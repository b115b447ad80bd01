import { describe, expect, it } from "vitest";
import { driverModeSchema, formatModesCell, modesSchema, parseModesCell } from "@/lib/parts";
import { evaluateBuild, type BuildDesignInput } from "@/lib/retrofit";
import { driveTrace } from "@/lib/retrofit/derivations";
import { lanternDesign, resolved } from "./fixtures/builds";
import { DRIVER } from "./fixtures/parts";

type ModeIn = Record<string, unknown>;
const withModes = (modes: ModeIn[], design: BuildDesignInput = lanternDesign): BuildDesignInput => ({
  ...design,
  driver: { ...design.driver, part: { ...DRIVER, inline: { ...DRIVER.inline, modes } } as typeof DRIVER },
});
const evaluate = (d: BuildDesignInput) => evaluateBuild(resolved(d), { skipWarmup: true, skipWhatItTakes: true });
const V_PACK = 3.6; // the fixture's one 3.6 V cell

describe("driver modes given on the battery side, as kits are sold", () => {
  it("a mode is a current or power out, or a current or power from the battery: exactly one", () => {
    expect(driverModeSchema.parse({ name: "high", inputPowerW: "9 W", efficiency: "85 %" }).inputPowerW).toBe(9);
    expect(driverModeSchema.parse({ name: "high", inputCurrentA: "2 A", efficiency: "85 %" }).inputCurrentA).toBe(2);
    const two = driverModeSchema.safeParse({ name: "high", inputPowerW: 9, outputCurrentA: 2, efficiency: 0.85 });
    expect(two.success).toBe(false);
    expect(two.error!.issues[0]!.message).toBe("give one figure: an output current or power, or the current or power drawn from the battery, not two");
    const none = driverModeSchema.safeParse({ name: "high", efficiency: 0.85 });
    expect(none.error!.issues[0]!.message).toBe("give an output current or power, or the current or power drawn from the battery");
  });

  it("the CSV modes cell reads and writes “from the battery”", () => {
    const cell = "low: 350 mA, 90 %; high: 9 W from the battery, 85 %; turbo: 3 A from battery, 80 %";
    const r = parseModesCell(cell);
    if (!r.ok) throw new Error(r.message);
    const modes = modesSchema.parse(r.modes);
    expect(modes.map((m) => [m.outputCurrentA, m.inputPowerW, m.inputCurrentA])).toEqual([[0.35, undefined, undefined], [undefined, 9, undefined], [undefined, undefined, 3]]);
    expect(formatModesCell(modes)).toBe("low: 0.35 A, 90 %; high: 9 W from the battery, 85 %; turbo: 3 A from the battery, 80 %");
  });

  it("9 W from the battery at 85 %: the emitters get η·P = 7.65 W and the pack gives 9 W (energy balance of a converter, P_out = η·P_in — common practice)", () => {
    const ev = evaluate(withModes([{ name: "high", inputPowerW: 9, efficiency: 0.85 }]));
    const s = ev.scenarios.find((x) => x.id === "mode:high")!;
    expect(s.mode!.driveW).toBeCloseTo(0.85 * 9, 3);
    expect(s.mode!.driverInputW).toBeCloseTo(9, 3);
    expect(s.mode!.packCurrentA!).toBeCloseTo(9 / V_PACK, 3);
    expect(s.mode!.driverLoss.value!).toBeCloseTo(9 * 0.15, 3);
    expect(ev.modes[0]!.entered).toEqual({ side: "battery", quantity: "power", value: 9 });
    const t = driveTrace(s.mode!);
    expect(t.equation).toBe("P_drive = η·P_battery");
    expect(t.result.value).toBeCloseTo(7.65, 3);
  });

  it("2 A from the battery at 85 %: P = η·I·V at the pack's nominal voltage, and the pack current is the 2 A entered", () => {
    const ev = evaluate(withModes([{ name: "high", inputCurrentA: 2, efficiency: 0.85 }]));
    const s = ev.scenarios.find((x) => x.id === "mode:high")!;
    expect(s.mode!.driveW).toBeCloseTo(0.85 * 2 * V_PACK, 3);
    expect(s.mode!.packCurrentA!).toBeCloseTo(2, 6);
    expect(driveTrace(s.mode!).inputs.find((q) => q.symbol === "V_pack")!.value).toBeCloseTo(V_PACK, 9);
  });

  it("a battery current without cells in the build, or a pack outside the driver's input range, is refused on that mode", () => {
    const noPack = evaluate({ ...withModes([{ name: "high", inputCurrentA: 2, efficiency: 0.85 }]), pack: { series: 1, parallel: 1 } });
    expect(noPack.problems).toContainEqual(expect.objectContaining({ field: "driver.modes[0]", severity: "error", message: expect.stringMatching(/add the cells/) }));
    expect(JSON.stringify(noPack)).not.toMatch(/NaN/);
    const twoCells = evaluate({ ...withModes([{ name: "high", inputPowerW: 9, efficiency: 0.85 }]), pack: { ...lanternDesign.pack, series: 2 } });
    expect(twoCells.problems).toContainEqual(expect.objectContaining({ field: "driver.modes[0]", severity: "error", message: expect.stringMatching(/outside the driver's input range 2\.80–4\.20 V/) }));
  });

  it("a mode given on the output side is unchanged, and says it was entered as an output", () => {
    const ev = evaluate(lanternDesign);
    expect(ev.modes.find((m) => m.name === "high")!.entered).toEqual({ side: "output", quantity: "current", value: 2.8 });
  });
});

____

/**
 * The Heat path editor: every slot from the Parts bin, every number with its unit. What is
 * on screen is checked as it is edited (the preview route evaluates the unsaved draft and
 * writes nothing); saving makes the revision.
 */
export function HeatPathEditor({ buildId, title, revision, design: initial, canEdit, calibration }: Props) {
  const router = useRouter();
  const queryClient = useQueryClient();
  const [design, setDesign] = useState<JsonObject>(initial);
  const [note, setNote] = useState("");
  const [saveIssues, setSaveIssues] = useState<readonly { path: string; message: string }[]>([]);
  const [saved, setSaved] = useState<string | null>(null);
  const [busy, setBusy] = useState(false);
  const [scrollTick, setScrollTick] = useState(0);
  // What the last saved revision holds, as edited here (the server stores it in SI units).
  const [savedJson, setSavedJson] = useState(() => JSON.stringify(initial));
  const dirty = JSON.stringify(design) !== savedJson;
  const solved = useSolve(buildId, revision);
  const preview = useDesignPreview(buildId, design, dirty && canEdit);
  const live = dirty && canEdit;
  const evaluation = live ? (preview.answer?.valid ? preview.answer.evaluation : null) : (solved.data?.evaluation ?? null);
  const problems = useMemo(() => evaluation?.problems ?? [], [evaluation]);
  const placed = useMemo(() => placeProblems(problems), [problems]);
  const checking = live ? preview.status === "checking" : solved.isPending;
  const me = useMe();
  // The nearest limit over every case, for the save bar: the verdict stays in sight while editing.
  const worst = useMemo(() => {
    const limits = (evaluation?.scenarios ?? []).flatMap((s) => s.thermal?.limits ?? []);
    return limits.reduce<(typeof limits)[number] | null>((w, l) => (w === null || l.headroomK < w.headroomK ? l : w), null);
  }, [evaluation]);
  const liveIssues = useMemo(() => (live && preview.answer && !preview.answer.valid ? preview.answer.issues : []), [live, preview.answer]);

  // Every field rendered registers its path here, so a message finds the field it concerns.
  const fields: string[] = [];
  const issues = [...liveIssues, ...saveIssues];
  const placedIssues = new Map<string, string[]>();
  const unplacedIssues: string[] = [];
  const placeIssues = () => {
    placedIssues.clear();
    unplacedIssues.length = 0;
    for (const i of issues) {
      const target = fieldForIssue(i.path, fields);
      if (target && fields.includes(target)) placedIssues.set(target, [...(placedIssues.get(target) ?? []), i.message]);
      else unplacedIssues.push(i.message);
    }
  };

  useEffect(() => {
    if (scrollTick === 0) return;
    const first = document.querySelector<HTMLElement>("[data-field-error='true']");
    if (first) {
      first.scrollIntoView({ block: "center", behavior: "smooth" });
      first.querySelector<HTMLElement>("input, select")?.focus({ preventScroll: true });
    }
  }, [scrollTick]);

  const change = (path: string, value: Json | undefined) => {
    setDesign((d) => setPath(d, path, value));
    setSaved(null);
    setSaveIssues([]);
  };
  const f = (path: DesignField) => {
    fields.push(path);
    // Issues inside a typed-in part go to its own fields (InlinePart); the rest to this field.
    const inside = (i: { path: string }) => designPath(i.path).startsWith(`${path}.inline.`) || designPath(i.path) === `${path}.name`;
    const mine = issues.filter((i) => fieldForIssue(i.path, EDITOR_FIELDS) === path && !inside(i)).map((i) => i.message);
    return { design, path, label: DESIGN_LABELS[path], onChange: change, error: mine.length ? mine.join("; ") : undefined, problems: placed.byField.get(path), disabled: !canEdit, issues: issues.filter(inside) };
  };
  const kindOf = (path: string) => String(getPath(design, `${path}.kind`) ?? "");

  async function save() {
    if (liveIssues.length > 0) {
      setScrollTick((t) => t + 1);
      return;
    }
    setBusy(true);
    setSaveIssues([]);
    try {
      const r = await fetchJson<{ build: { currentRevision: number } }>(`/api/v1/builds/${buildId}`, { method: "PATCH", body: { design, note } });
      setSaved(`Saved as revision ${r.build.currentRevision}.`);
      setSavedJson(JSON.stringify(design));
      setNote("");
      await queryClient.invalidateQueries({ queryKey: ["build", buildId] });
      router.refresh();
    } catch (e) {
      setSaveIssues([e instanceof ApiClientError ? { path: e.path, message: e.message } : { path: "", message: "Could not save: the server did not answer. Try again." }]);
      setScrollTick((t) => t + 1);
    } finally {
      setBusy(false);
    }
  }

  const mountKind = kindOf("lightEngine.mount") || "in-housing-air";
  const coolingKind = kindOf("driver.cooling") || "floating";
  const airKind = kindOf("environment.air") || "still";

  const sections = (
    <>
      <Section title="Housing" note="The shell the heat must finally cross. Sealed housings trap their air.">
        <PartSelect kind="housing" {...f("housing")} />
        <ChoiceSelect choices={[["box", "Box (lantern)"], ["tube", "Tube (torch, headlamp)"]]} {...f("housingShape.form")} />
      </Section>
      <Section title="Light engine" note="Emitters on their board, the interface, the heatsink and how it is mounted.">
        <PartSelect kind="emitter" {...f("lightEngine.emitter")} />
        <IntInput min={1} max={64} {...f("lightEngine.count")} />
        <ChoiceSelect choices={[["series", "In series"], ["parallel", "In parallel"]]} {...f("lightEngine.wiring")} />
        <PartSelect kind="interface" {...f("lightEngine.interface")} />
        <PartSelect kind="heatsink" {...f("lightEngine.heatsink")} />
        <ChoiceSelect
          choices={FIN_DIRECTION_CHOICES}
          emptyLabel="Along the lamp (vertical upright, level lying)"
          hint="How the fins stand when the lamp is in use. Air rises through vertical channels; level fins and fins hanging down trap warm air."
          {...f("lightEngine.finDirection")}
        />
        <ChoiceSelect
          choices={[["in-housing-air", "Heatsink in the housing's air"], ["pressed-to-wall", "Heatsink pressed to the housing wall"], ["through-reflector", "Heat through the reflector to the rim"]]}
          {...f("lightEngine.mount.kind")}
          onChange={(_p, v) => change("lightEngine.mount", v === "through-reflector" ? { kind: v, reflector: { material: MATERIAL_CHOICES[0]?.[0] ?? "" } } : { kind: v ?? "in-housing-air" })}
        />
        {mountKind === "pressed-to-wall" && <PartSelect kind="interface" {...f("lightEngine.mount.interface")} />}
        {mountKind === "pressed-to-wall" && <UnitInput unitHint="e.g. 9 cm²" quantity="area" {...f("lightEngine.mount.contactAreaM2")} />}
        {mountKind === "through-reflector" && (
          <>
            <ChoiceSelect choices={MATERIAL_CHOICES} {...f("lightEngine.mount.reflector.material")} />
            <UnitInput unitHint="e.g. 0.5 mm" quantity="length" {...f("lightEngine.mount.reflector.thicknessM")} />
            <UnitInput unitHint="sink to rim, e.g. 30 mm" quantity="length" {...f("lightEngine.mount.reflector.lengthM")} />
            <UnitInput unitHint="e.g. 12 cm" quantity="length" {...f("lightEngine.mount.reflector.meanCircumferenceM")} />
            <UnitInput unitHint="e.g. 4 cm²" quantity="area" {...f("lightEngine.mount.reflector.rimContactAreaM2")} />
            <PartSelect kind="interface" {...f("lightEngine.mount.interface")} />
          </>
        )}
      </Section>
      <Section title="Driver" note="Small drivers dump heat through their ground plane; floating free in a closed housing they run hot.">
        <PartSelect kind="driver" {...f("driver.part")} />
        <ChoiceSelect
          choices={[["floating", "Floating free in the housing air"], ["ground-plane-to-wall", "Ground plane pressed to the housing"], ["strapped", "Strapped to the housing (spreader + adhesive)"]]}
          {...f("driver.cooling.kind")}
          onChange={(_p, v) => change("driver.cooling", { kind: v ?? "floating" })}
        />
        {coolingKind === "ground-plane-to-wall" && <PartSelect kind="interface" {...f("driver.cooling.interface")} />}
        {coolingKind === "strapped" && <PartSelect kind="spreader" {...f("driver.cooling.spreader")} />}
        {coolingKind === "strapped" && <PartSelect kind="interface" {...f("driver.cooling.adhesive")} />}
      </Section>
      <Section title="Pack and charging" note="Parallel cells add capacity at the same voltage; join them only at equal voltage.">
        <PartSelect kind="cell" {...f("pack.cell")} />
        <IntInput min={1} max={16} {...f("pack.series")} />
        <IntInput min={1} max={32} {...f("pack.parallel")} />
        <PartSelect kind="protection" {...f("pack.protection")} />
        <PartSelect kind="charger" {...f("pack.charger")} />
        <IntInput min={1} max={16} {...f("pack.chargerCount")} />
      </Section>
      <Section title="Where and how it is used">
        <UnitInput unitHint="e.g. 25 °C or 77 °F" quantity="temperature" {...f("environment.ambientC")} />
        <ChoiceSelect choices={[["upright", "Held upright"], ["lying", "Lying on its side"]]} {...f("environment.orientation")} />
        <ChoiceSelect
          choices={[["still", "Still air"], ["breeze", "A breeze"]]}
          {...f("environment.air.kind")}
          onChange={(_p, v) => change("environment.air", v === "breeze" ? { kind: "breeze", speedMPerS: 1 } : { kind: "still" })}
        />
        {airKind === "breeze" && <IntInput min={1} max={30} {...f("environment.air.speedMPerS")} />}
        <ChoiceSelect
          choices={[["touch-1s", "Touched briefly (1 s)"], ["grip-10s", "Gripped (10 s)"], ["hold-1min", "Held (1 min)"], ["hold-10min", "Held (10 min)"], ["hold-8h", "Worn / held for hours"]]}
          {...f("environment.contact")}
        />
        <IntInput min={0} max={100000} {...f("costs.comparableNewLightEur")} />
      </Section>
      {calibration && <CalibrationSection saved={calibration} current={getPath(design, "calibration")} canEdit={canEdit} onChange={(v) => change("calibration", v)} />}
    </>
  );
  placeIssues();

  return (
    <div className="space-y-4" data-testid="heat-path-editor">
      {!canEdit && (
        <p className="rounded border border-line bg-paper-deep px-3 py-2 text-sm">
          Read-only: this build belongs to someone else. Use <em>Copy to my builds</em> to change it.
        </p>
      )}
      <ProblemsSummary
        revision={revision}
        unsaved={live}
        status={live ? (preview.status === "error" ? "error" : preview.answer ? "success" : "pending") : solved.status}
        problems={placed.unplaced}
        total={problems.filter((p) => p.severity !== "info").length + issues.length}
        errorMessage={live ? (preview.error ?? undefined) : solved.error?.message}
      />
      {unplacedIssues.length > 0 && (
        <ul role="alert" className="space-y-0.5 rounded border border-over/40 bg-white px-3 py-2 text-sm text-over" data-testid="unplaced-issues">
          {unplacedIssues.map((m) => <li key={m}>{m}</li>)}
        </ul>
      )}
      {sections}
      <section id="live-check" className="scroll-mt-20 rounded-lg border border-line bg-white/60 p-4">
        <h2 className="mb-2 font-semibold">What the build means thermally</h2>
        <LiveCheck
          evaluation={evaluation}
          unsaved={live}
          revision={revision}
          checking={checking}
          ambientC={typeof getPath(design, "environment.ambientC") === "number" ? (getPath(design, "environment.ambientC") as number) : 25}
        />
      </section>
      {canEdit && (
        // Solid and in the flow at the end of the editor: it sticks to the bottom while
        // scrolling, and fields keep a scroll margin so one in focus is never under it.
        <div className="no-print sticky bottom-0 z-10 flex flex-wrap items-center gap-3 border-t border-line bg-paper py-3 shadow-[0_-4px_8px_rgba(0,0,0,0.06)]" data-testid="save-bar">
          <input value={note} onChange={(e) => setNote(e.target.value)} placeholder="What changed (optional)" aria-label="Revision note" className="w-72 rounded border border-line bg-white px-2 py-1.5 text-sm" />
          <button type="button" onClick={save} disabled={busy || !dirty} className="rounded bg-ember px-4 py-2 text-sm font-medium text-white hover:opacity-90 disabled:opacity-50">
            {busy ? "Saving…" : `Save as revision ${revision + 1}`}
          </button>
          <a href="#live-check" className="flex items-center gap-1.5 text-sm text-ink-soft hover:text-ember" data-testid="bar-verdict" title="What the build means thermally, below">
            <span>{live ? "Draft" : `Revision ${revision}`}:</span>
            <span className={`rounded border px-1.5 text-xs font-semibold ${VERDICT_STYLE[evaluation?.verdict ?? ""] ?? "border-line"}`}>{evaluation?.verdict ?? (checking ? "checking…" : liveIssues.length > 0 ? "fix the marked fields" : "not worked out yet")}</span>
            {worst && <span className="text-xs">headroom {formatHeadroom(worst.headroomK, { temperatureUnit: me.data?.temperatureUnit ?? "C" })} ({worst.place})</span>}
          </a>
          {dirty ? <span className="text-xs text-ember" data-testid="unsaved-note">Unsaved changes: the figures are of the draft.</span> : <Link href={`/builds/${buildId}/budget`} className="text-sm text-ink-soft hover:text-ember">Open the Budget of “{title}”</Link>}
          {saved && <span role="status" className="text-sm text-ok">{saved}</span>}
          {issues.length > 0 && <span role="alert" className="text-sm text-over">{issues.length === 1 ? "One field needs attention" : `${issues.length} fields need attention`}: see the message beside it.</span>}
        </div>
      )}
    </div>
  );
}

____

Work instruction: In the listing above, locate the line with "repository b115b447ad80bd01" and the line with "modes given on", then extract exactly those lines and every line between them, and nothing more.

Exercise result:
repository b115b447ad80bd01
import { describe, expect, it } from "vitest";
import { driverModeSchema, formatModesCell, modesSchema, parseModesCell } from "@/lib/parts";
import { evaluateBuild, type BuildDesignInput } from "@/lib/retrofit";
import { driveTrace } from "@/lib/retrofit/derivations";
import { lanternDesign, resolved } from "./fixtures/builds";
import { DRIVER } from "./fixtures/parts";

type ModeIn = Record<string, unknown>;
const withModes = (modes: ModeIn[], design: BuildDesignInput = lanternDesign): BuildDesignInput => ({
  ...design,
  driver: { ...design.driver, part: { ...DRIVER, inline: { ...DRIVER.inline, modes } } as typeof DRIVER },
});
const evaluate = (d: BuildDesignInput) => evaluateBuild(resolved(d), { skipWarmup: true, skipWhatItTakes: true });
const V_PACK = 3.6; // the fixture's one 3.6 V cell

describe("driver modes given on the battery side, as kits are sold", () => {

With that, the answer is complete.